Wie Miriam sind viele der Akteure Fachleute, angehende Dramaturgen etwa, Regisseure, Theaterexperten oder Mittelalterforscher, die in den Mystery Plays ein Stück angewandte Wissenschaften sehen. Auch mancher Handwerker freut sich, beim Bau der mobilen Bühnen gelerntes Können zu beweisen. Ein Glücksfall auch ist die musikalische Gestaltung, sind die Stücke doch heute in das „Festival früher Musik“ eingebettet, das viele Dutzend Spezialisten nach York treibt. Besessene mit alten Instrumenten, die Musik so klingen lassen wie damals. Doch während der Sound im heutigen Theater die wichtigsten Szenen effektvoll unterstreicht, markierte die Bühnenmusik im Mittelalter nur Anfang und Ende jeder Aufführung, unterstrich allenfalls den Szenenwechsel. Pure Harmonien machten dem Betrachter klar, dass man jetzt im Himmel ist, schrille Dissonanzen wiesen den Weg zur Hölle.

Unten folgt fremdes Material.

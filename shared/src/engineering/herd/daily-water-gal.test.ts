import fc from 'fast-check'
import { describe, expect, it } from 'vitest'
import { type AnimalClass, dailyWaterGal } from './daily-water-gal.js'

const one = (animals: Omit<AnimalClass, 'head'>) => {
  const [water] = dailyWaterGal({ classes: [{ head: 1, ...animals }] }).classes
  if (!water) throw new Error('one class was asked for')
  return water
}
const cow = (weightLb: number, milkLb: number, temperatureF: number) =>
  one({ kind: 'beef-cow', weightLb, milkLb, temperatureF })

describe('dailyWaterGal', () => {
  it.each([
    [1100, 0, [8.2, 10.8, 13.4]],
    [1100, 10, [10.5, 13.1, 15.7]],
    [1100, 25, [12.8, 15.4, 17.9]],
    [1300, 0, [9.2, 11.8, 14.3]],
    [1300, 10, [12.2, 14.8, 17.4]],
    [1300, 25, [14.5, 17.1, 19.7]],
    [1500, 0, [10.2, 12.7, 15.3]],
    [1500, 10, [14.0, 16.5, 19.1]],
    [1500, 25, [16.3, 18.8, 21.4]],
  ])(
    'gives a %d lb cow with %d lb of milk the printed gallons (K-State Beef Tips, 30 April 2018)',
    (lb, milk, row) => {
      expect([40, 65, 90].map((temperature) => cow(lb, milk, temperature).perHeadGal)).toEqual(row)
    },
  )

  it.each<[AnimalClass['kind'], number[]]>([
    ['calf-500', [6.5, 7.4, 10.6]],
    ['growing', [9.3, 10.6, 14]],
    ['finishing', [10.8, 12.3, 16.5]],
    ['bred-heifer', [9, 10.3, 14.6]],
    ['bull', [12.7, 14.6, 19.5]],
  ])('gives %s the printed gallons at 70, 80 and 90 F (Beef Magazine, Watch Summer Water)', (kind, row) => {
    expect([70, 80, 90].map((temperatureF) => one({ kind, temperatureF }).perHeadGal)).toEqual(row)
  })

  it.each<[AnimalClass['kind'], number]>([
    ['dairy-cow', 40],
    ['horse', 12],
    ['sheep', 4],
    ['goat', 4],
  ])('gives %s the planning figure at any temperature (University of Maine, lesson 7)', (kind, gallons) => {
    expect(one({ kind, temperatureF: 30 })).toMatchObject({ perHeadGal: gallons, extrapolated: false })
    expect(one({ kind, temperatureF: 95 })).toMatchObject({ perHeadGal: gallons, extrapolated: false })
  })

  it('gives 75 cows 1,477.5 gal a day and names the row (constructed example, no outside evidence)', () => {
    const water = dailyWaterGal({
      classes: [{ kind: 'beef-cow', head: 75, weightLb: 1300, milkLb: 25, temperatureF: 90 }],
    })
    expect(water.totalGal).toBe(1477.5)
    expect(water.classes[0]?.row).toBe('1,300 lb cow, 25 lb milk, 90 F (K-State 2018)')
    expect(water.classes[0]?.source).toContain('Waggoner')
  })

  it('runs straight between rows in weight, milk and temperature', () => {
    expect(cow(1200, 0, 40).perHeadGal).toBeCloseTo(8.7, 10)
    expect(cow(1100, 5, 40).perHeadGal).toBeCloseTo(9.35, 10)
    expect(cow(1100, 0, 50).perHeadGal).toBeCloseTo(8.2 + 2.6 * 0.4, 10)
  })

  it('holds the coldest row below it and goes on with the slope above the hottest, marked as such', () => {
    expect(cow(1100, 0, -10)).toMatchObject({ perHeadGal: 8.2, extrapolated: false })
    expect(cow(1100, 0, 100).perHeadGal).toBeCloseTo(13.4 + 2.6 * 0.4, 10)
    expect(cow(1100, 0, 100).extrapolated).toBe(true)
    expect(one({ kind: 'bull', temperatureF: 60 })).toMatchObject({ perHeadGal: 12.7, extrapolated: false })
    expect(one({ kind: 'bull', temperatureF: 95 }).perHeadGal).toBeCloseTo(19.5 + 4.9 / 2, 10)
    expect(one({ kind: 'bull', temperatureF: 95 }).extrapolated).toBe(true)
  })

  it('lets the figure typed by the planner hold over the table, and adds the classes up', () => {
    const water = dailyWaterGal({
      classes: [
        { kind: 'beef-cow', head: 10, temperatureF: 90, perHeadGal: 20 },
        { kind: 'other', head: 4, temperatureF: 90, perHeadGal: 2.5 },
      ],
    })
    expect(water.totalGal).toBe(210)
    expect(water.classes.map(({ source }) => source)).toEqual([
      'typed by the planner',
      'typed by the planner',
    ])
  })

  it('never gives a hotter day less water', () => {
    fc.assert(
      fc.property(
        fc.integer({ min: 1100, max: 1500 }),
        fc.integer({ min: 0, max: 25 }),
        fc.integer({ min: 0, max: 110 }),
        (weightLb, milkLb, temperatureF) => {
          const cooler = cow(weightLb, milkLb, temperatureF).perHeadGal
          expect(cow(weightLb, milkLb, temperatureF + 1).perHeadGal).toBeGreaterThanOrEqual(cooler - 1e-9)
        },
      ),
    )
  })

  const good = { kind: 'beef-cow', head: 1, weightLb: 1300, milkLb: 10, temperatureF: 70 } as const
  it.each<[object, string]>([
    [{ weightLb: undefined }, 'classes[0].weightLb'],
    [{ weightLb: 1600 }, 'classes[0].weightLb'],
    [{ weightLb: 1000 }, 'classes[0].weightLb'],
    [{ milkLb: undefined }, 'classes[0].milkLb'],
    [{ milkLb: 30 }, 'classes[0].milkLb'],
    [{ temperatureF: NaN }, 'classes[0].temperatureF'],
    [{ head: 1.5 }, 'classes[0].head'],
    [{ kind: 'other' }, 'classes[0].perHeadGal'],
    [{ kind: 'llama' }, 'classes[0].kind'],
    [{ perHeadGal: 0 }, 'classes[0].perHeadGal'],
  ])('refuses a class with %o', (change, field) => {
    const classes = [{ ...good, ...change } as AnimalClass]
    expect(() => dailyWaterGal({ classes })).toThrow(expect.objectContaining({ field }))
  })

  it('refuses an empty herd', () => {
    expect(() => dailyWaterGal({ classes: [] })).toThrow(expect.objectContaining({ field: 'classes' }))
  })
})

Bis zu 14 Stunden dauerten die Aufführungen früher, doch soviel Zeit nimmt man sich heute nicht mehr. Im Garten des Yorkshire Museums endet der biblische Reigen, stellen sich Gerechte und Verdammte dem Jüngsten Gericht. Zwei Paare, die äußerlich keinen Unterschied machen. Schließlich aber verdrückt sich das eine mit einem Geldkoffer unter den Zuschauern, bleibt das andere betend vor Gott, dem Weltenrichter, stehen. Yorks Mystery Plays sind zu Ende.

Die „Mystery Plays“ am 9., 12. und 16. September beginnen um 12 Uhr im Münsterhof (Dean‘s Garden) und enden gegen 18.30 Uhr in Yorkshires Museums Gardens. Dort auch stehen kostenpflichtige Tribünen, die Hörgenuss und gute Sicht garantieren. Auf dem Programm stehen zwölf Kurzdramen aus dem Gesamtzyklus, ein Dutzend Geschichten vom Fall der Engel bis zum Jüngsten Gericht. Information: www.yorkmysteryplays.org ;www.visityork.org.